▸ Problem to solve
Throughout the listing below, show every line in which "alone" occurs.

--- Information Enclosed Below ---

package margin

import "math"

const lowTail, highTail = 0.025, 0.975

// summarise reads ranges and shares off the draws.
func (m *model) summarise(d *drawn, out *Margin) {
	n := len(d.pH)
	out.Drawn = n
	kept := make([]float64, 0, n)
	take := func(value func(j int) float64) Range {
		kept = kept[:0]
		for j := range n {
			if v := value(j); !math.IsNaN(v) {
				kept = append(kept, v)
			}
		}
		return percentiles(kept)
	}
	e := Estimate{FinishedPH: take(func(j int) float64 { return d.pH[j] })}
	e.PHShares, _ = m.regress(d, d.pH, func(*varied) bool { return true })
	for i := range m.feeds {
		e.set(i, m.feedSummary(d, i, take))
	}
	out.Estimate = e
	first := d.pH
	if len(m.feeds) > 0 {
		first = d.doses[0]
	}
	for _, v := range first {
		switch {
		case math.IsNaN(v):
			out.Refused++
		case len(m.feeds) > 0 && v == 0:
			out.NoDose++
		case math.IsInf(v, 1):
			out.Unreached++
		}
	}
}

func (m *model) feedSummary(d *drawn, n int, take func(func(j int) float64) Range) (out Feed) {
	f := &m.feeds[n]
	dose, fed := d.doses[n], d.fed[n]
	strength, flow := m.which(ofStrength, n), m.which(ofFlow, -1)
	// factor is a reading's true value over the one read.
	factor := func(i, j int) float64 {
		if i < 0 {
			return 1
		}
		v := &m.varied[i]
		return max(1+d.columns[i].z[j]*v.half/sigmas/v.value, leastShare)
	}
	out.HasFlow, out.HasVolume = f.rates.HasFlow, f.rates.HasVolume
	out.Dose = take(func(j int) float64 { return dose[j] })
	out.DoseShares, out.DoseDeviation = m.regress(d, dose, func(v *varied) bool { return v.kind != ofFlow && v.kind != ofStrength })
	out.Product = take(func(j int) float64 { return dose[j] * f.perDose / factor(strength, j) })
	feed := make([]float64, len(dose))
	for j := range feed {
		feed[j] = dose[j] / fed[j]
	}
	out.FeedShares, _ = m.regress(d, feed, func(v *varied) bool { return v.kind != ofStrength || v.of == n })
	if out.HasFlow {
		each := f.rates.MassPerSecond / f.dose
		out.Mass = take(func(j int) float64 { return feed[j] * each })
	}
	if out.HasVolume {
		each := f.rates.VolumePerSecond / f.dose
		out.Volume = take(func(j int) float64 {
			return dose[j] * each * factor(flow, j) * math.Pow(factor(strength, j), -f.thinning)
		})
	}
	return out
}

func (m *model) which(k kind, of int) int {
	for i := range m.varied {
		if v := &m.varied[i]; v.kind == k && v.of == of {
			return i
		}
	}
	return -1
}

// percentiles reorders its argument. Inf is a value like any other. Only two of
// the values are wanted, so nothing is sorted in full.
func percentiles(v []float64) Range {
	n := len(v)
	if n == 0 {
		return Range{math.NaN(), math.NaN()}
	}
	at := func(tail float64) int { return max(int(math.Ceil(tail*float64(n)))-1, 0) }
	low := at(lowTail)
	out := Range{Low: smallest(v, low)}
	out.High = smallest(v[low:], at(highTail)-low)
	return out
}

// smallest moves the value that would stand at place n, counted from 0, if v
// were sorted, to that place, with none greater before it and none less behind
// (Hoare 1961, Commun. ACM 4, 321).
func smallest(v []float64, n int) float64 {
	lo, hi := 0, len(v)-1
	for lo < hi {
		pivot, i, j := v[(lo+hi)/2], lo, hi
		for i <= j {
			for v[i] < pivot {
				i++
			}
			for v[j] > pivot {
				j--
			}
			if i <= j {
				v[i], v[j] = v[j], v[i]
				i, j = i+1, j-1
			}
		}
		if n > j && n < i {
			break
		}
		if n <= j {
			hi = j
		} else {
			lo = i
		}
	}
	return v[n]
}

// regress gives the shares of the readings in the variance of a figure, by its
// regression on each (the columns are independent), and its standard deviation,
// over the draws that have one. A reading that does not move the figure is left
// out: what it showed would be noise.
func (m *model) regress(d *drawn, figure []float64, moves func(*varied) bool) (shares []Share, deviation float64) {
	n, mean := 0.0, 0.0
	for _, v := range figure {
		if finite(v) {
			n++
			mean += v
		}
	}
	if n < 2 {
		return nil, 0
	}
	mean /= n
	variance := 0.0
	parts := make([]float64, len(m.varied))
	for i, c := range d.columns {
		if !moves(&m.varied[i]) {
			continue
		}
		var sum, square, cross float64
		for j, v := range figure {
			if finite(v) {
				z := c.z[j]
				sum += z
				square += z * z
				cross += z * (v - mean)
			}
		}
		if spread := square - sum*sum/n; spread > 0 {
			parts[i] = cross * cross / spread / n
		}
	}
	for _, v := range figure {
		if finite(v) {
			variance += (v - mean) * (v - mean)
		}
	}
	deviation = math.Sqrt(variance / (n - 1))
	if deviation <= noWidth*math.Abs(mean) {
		return nil, deviation // rounding, not spread
	}
	return m.shares(func(i int) float64 { return parts[i] }), deviation
}
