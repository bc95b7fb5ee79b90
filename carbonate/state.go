package carbonate

import "math"

// State is a water at equilibrium: its pH and every species.
type State struct {
	Water Water
	PH    float64 // -log10 of the hydrogen-ion activity
	p     point
}

// IonicStrength is the ionic strength, mol/L.
func (s *State) IonicStrength() float64 { return s.p.ionic }

// Constants are the equilibrium constants that the state was solved with.
func (s *State) Constants() *Constants { return s.p.k }

// ActivityCoefficients returns the coefficients of a neutral species and of
// ions of charge 1, 2 and 3.
func (s *State) ActivityCoefficients() (g0, g1, g2, g3 float64) {
	a := &s.p.act
	return a.g0, a.g1, a.g2, a.g3
}

// Species are the concentrations of the carbonate system and the ion pairs, mol/L.
type Species struct {
	H, OH, CO2, HCO3, CO3      float64
	Ca, Mg, SO4, HSO4          float64
	CaHCO3, CaCO3, CaSO4, CaOH float64
	MgHCO3, MgCO3, MgSO4, MgOH float64
	MinorAlkalinity            float64 // eq/L that the minor acids contribute
}

// Species returns the concentrations, mol/L.
func (s *State) Species() Species {
	p := &s.p
	return Species{
		H: p.hyd, OH: p.oh, CO2: p.co2, HCO3: p.hco3, CO3: p.co3,
		Ca: p.ca, Mg: p.mg, SO4: p.so4, HSO4: p.hso4,
		CaHCO3: p.caHCO3, CaCO3: p.caCO3, CaSO4: p.caSO4, CaOH: p.caOH,
		MgHCO3: p.mgHCO3, MgCO3: p.mgCO3, MgSO4: p.mgSO4, MgOH: p.mgOH,
		MinorAlkalinity: p.minorAlk,
	}
}

// FreeCO2 is dissolved carbon dioxide (with the trace of H2CO3), mol/L.
func (s *State) FreeCO2() float64 { return s.p.co2 }

// check refuses what the equations do not describe.
func check(w *Water) error {
	if w.Totals[Chlorine] > 0 && w.Totals[Ammonia] > 0 {
		return ErrChlorineWithAmmonia
	}
	for i, v := range w.Totals {
		if !(v >= 0) || math.IsInf(v, 0) {
			return &RangeError{Component(i).Name(), v, 0, math.Inf(1)}
		}
	}
	if !(w.Background >= 0) {
		return &RangeError{"background ionic strength", w.Background, 0, MaxIonicStrength}
	}
	if math.IsNaN(w.Alkalinity) || math.IsInf(w.Alkalinity, 0) {
		return &RangeError{"alkalinity", w.Alkalinity, math.Inf(-1), math.Inf(1)}
	}
	return nil
}

func (p *point) checkIonic() error {
	if !(p.ionic <= MaxIonicStrength) {
		return &RangeError{"ionic strength", p.ionic, 0, MaxIonicStrength}
	}
	return nil
}
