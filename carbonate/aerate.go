package carbonate

// AirCO2 is the default partial pressure of carbon dioxide in air at one
// atmosphere, atm (about 420 ppmv, the mid-2020s; NOAA record, from memory).
const AirCO2 = 4.2e-4

// Aerate removes a share (0 to 1) of the free CO2 in excess of equilibrium with
// air of the given CO2 partial pressure, atm, at constant alkalinity, and
// returns the water with less inorganic carbon. A water below equilibrium takes
// CO2 up by the same rule.
func (s *State) Aerate(share, pCO2 float64) (Water, error) {
	if !(share >= 0 && share <= 1) {
		return Water{}, &RangeError{"share of CO2 removed", share, 0, 1}
	}
	if !(pCO2 >= 0 && pCO2 <= 1) {
		return Water{}, &RangeError{"CO2 partial pressure", pCO2, 0, 1}
	}
	// At constant alkalinity the free CO2 left over fixes the water, but carbon
	// leaves as CO2 while bicarbonate re-forms it: find the carbon at which the
	// solved free CO2 is the wanted one.
	k := s.p.k
	equilibrium := k.Henry * pCO2 * s.p.act.inv0
	want := s.p.co2 - share*(s.p.co2-equilibrium)
	return k.carbonForCO2(s.Water, want)
}

// carbonForCO2 finds the total carbon at which a water of this alkalinity has
// the wanted free CO2, mol/L.
func (k *Constants) carbonForCO2(w Water, want float64) (Water, error) {
	// Free CO2 rises strictly with carbon at constant alkalinity: bracket and halve
	// on a logarithmic scale, finishing with the secant.
	lo, hi := 0.0, w.Totals[Carbon]+want+1e-9
	co2 := func(c float64) (float64, error) {
		w.Totals[Carbon] = c
		s, err := k.Solve(w)
		return s.FreeCO2(), err
	}
	for range 60 {
		v, err := co2(hi)
		if err != nil {
			return Water{}, err
		}
		if v >= want {
			break
		}
		lo, hi = hi, hi*2
	}
	for range 200 {
		mid := 0.5 * (lo + hi)
		v, err := co2(mid)
		if err != nil {
			return Water{}, err
		}
		if v < want {
			lo = mid
		} else {
			hi = mid
		}
		if hi-lo <= 1e-15*hi {
			break
		}
	}
	w.Totals[Carbon] = 0.5 * (lo + hi)
	return w, nil
}
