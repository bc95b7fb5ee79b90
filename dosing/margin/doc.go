// Package margin says how far a dose may be off: it carries the tolerance of
// each reading to the dose, the feed and the finished pH, and names the reading
// that is most worth repeating.
//
// A tolerance is the half-width of a 95 % interval. Errors are taken as
// independent and normal; a range runs from the 2.5 to the 97.5 percentile.
// There are two ways to it: first order, from slopes at the answer (JCGM
// 100:2008, clause 5), and draws of the true readings through the whole model
// (JCGM 101:2008, clause 7, with Latin hypercube samples). First order is
// always made; it says where it is not good enough, and draws are used there.
//
//	readings and their tolerances   tolerance.go, readings.go
//	the answer                      margin.go
//	the raw water of true readings  model.go
//	the train and its doses         train.go, route.go, search.go
//	slopes                          firstorder.go, trust.go, band.go
//	draws                           draws.go, design.go, summary.go
//
// What is dosed besides the solved addition, demand, and what a tower or a
// contactor does are taken as exactly as stated.
package margin
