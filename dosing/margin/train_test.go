package margin_test

import (
	"math"
	"testing"

	"beckline/carbonate"
	"beckline/dosing"
	"beckline/dosing/margin"
)

// TestOtherTrains: whatever the water meets on its way, the ranges of the dose
// and of the finished pH are those of the answers at the ends of the reading.
func TestOtherTrains(t *testing.T) {
	caustic := dosing.Addition{Product: product(t, "caustic-25"), Solve: true}
	alum := dosing.Addition{Product: product(t, "alum-dry"), Dose: dosing.Some(22e-3 / 599.76)}
	chlorine := dosing.Addition{Product: product(t, "chlorine-gas"), Dose: dosing.Some(2e-3 / 70.906), Demand: dosing.Some(0.7e-3 / 70.906)}
	for _, c := range []struct {
		name   string
		change func(*dosing.Case)
	}{
		{"tower", func(c *dosing.Case) {
			c.Additions = []dosing.Addition{alum, {Process: dosing.Aeration, Share: dosing.Some(0.6)}, caustic}
		}},
		{"tower with the pH behind it measured", func(c *dosing.Case) {
			c.Additions = []dosing.Addition{{Process: dosing.Aeration, PH: dosing.Some(7.5)}, alum, caustic}
		}},
		{"contactor", func(c *dosing.Case) {
			c.Additions = []dosing.Addition{{Product: product(t, "carbon-dioxide"), Dose: dosing.Some(1e-4)}, {Process: dosing.LimestoneContactor}, caustic}
			c.Target.Value = 9
		}},
		{"chlorine demand", func(c *dosing.Case) { c.Additions = []dosing.Addition{alum, caustic, chlorine} }},
		{"target between", func(c *dosing.Case) {
			c.Additions = []dosing.Addition{{Product: product(t, "sulfuric-93"), Solve: true}, alum, {Product: caustic.Product, Dose: dosing.Some(3e-4)}}
			c.Target.Value, c.TargetAt = 5.9, 2
		}},
		{"carbon asked for", func(c *dosing.Case) {
			c.Additions = []dosing.Addition{{Product: product(t, "soda-ash"), Solve: true}}
			c.Target = dosing.Target{Kind: dosing.TargetDIC, Value: 1e-3}
		}},
	} {
		k := upland(t)
		c.change(&k)
		r := solve(t, k)
		m, err := margin.Of(r, only(t, "ph", margin.Tolerance{Absolute: 0.06}), margin.Options{Method: margin.Draws, Draws: 1000})
		if err != nil {
			t.Fatalf("%s: %v", c.name, err)
		}
		var dose, pH [2]float64
		for i, by := range []float64{-0.06, 0.06} {
			moved := k
			moved.Readings.PH.Value += by
			dose[i] = solve(t, moved).Dose().Dose
			set := moved
			set.Target, set.TargetAt = dosing.Target{}, 0
			set.Additions = append([]dosing.Addition(nil), k.Additions...)
			for j := range set.Additions {
				if set.Additions[j].Solve {
					set.Additions[j].Solve, set.Additions[j].Dose = false, dosing.Some(r.Dose().Dose)
				}
			}
			pH[i] = solve(t, set).Finished().Figures.PH
		}
		for what, v := range map[string]struct {
			got  margin.Range
			ends [2]float64
		}{"dose": {m.Dose, dose}, "finished pH": {m.FinishedPH, pH}} {
			low, high := min(v.ends[0], v.ends[1]), max(v.ends[0], v.ends[1])
			slack := 0.04*(high-low) + 1e-4*high
			if math.Abs(v.got.Low-low) > slack || math.Abs(v.got.High-high) > slack {
				t.Errorf("%s: %s %+v, want %g to %g", c.name, what, v.got, low, high)
			}
		}
		if apart := m.FirstOrder.DoseDeviation - m.DoseDeviation; math.Abs(apart) > 0.04*m.DoseDeviation+1e-12 {
			t.Errorf("%s: deviation %g at first order, %g by draws", c.name, m.FirstOrder.DoseDeviation, m.DoseDeviation)
		}
	}
}

// TestTwoDoses: both doses of a pair have the ranges of the pairs answered at
// the ends of the reading.
func TestTwoDoses(t *testing.T) {
	c := upland(t)
	c.Additions = []dosing.Addition{c.Additions[0], {Product: product(t, "bicarbonate"), Solve: true}, {Product: product(t, "caustic-25"), Solve: true}}
	c.Second = dosing.Target{Kind: dosing.TargetAlkalinity, Value: alkalinity(45)}
	m := of(t, c, only(t, "ph", margin.Tolerance{Absolute: 0.03}), margin.Options{Method: margin.Draws, Draws: 1000})
	at := func(by float64) (a, b float64) {
		k := c
		k.Readings.PH.Value += by
		d := solve(t, k).Doses()
		return d[0].Dose, d[1].Dose
	}
	a0, b0 := at(-0.03)
	a1, b1 := at(0.03)
	if m.Second == nil || m.FirstOrder.Second == nil {
		t.Fatal("the second dose has no range")
	}
	for _, v := range []struct {
		what string
		got  margin.Range
		a, b float64
	}{
		{"first", m.Dose, a0, a1}, {"second", m.Second.Dose, b0, b1},
		{"first, first order", m.FirstOrder.Dose, a0, a1}, {"second, first order", m.FirstOrder.Second.Dose, b0, b1},
	} {
		low, high := min(v.a, v.b), max(v.a, v.b)
		if slack := 0.1 * (high - low); math.Abs(v.got.Low-low) > slack || math.Abs(v.got.High-high) > slack {
			t.Errorf("%s: %+v, want %g to %g", v.what, v.got, low, high)
		}
	}
	m = of(t, c, margin.Defaults(), margin.Options{Method: margin.FirstOrder})
	names := map[string]bool{}
	for _, s := range m.FeedShares {
		names[s.Reading] = true
	}
	if !names["bicarbonate strength"] || !names["caustic-25 strength"] {
		t.Errorf("two strengths are not told apart: %+v", m.FeedShares)
	}
}

// TestBlend: each source's readings vary apart, and so do their parts.
func TestBlend(t *testing.T) {
	hard := well(t).Readings
	softened := dosing.Readings{PH: dosing.Some(9.95), Alkalinity: dosing.Some(alkalinity(62)), Kelvin: hard.Kelvin,
		Calcium: mg(34, carbonate.Calcium), Conductivity: dosing.Some(250e-4)}
	c := dosing.Case{
		Readings:  dosing.Readings{Flow: dosing.Some(0.14)},
		Sources:   []dosing.Source{{Name: "well", Readings: hard, Flow: dosing.Some(0.4)}, {Name: "softened", Readings: softened, Flow: dosing.Some(0.6)}},
		Additions: []dosing.Addition{{Product: product(t, "caustic-25"), Solve: true}},
		Target:    dosing.Target{Kind: dosing.TargetPH, Value: 8.3},
	}
	m := of(t, c, margin.Defaults(), margin.Options{Method: margin.Draws, Draws: 2000})
	sum := 0.0
	shares := map[string]float64{}
	for _, s := range m.Shares {
		sum += s.Fraction
		shares[s.Reading] = s.Fraction
	}
	if math.Abs(sum-1) > 1e-9 || len(m.Shares) != 10 {
		t.Errorf("%d shares sum to %g: %+v", len(m.Shares), sum, m.Shares)
	}
	if m.Repeat != "well ph" {
		t.Errorf("the well brings the carbonic acid, but %q is to be repeated (%+v)", m.Repeat, m.Shares)
	}
	if !(shares["well flow"] > 0.01) || shares["flow"] > 1e-9 {
		t.Errorf("parts of the blend move the dose, the whole flow does not: %+v", m.Shares)
	}
	alone := of(t, c, only(t, "flow", margin.Tolerance{Relative: 0.03}), margin.Options{Method: margin.FirstOrder})
	at := func(by float64) float64 {
		k := c
		k.Sources = append([]dosing.Source(nil), c.Sources...)
		k.Sources[0].Flow.Value *= 1 + by
		return solve(t, k).Dose().Dose
	}
	// The two parts' errors are equal and opposite in what they do: root two of one.
	one := math.Abs(at(0.03)-at(-0.03)) / 2
	if half := (alone.Dose.High - alone.Dose.Low) / 2; math.Abs(half/(one*math.Sqrt2)-1) > 0.02 {
		t.Errorf("parts of the blend give a half-width of %g, want %g", half, one*math.Sqrt2)
	}
}

// BenchmarkDrawsThroughTower is a train that must be walked, with the draws that
// such a one gets.
func BenchmarkDrawsThroughTower(b *testing.B) {
	c := upland(b)
	c.Additions = []dosing.Addition{{Process: dosing.Aeration, Share: dosing.Some(0.6)}, c.Additions[1]}
	benchmark(b, c, margin.Options{Method: margin.Draws})
}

--- End of Enclosed Information ---

▸ Answer box
	alone := of(t, c, only(t, "flow", margin.Tolerance{Relative: 0.03}), margin.Options{Method: margin.FirstOrder})
	if half := (alone.Dose.High - alone.Dose.Low) / 2; math.Abs(half/(one*math.Sqrt2)-1) > 0.02 {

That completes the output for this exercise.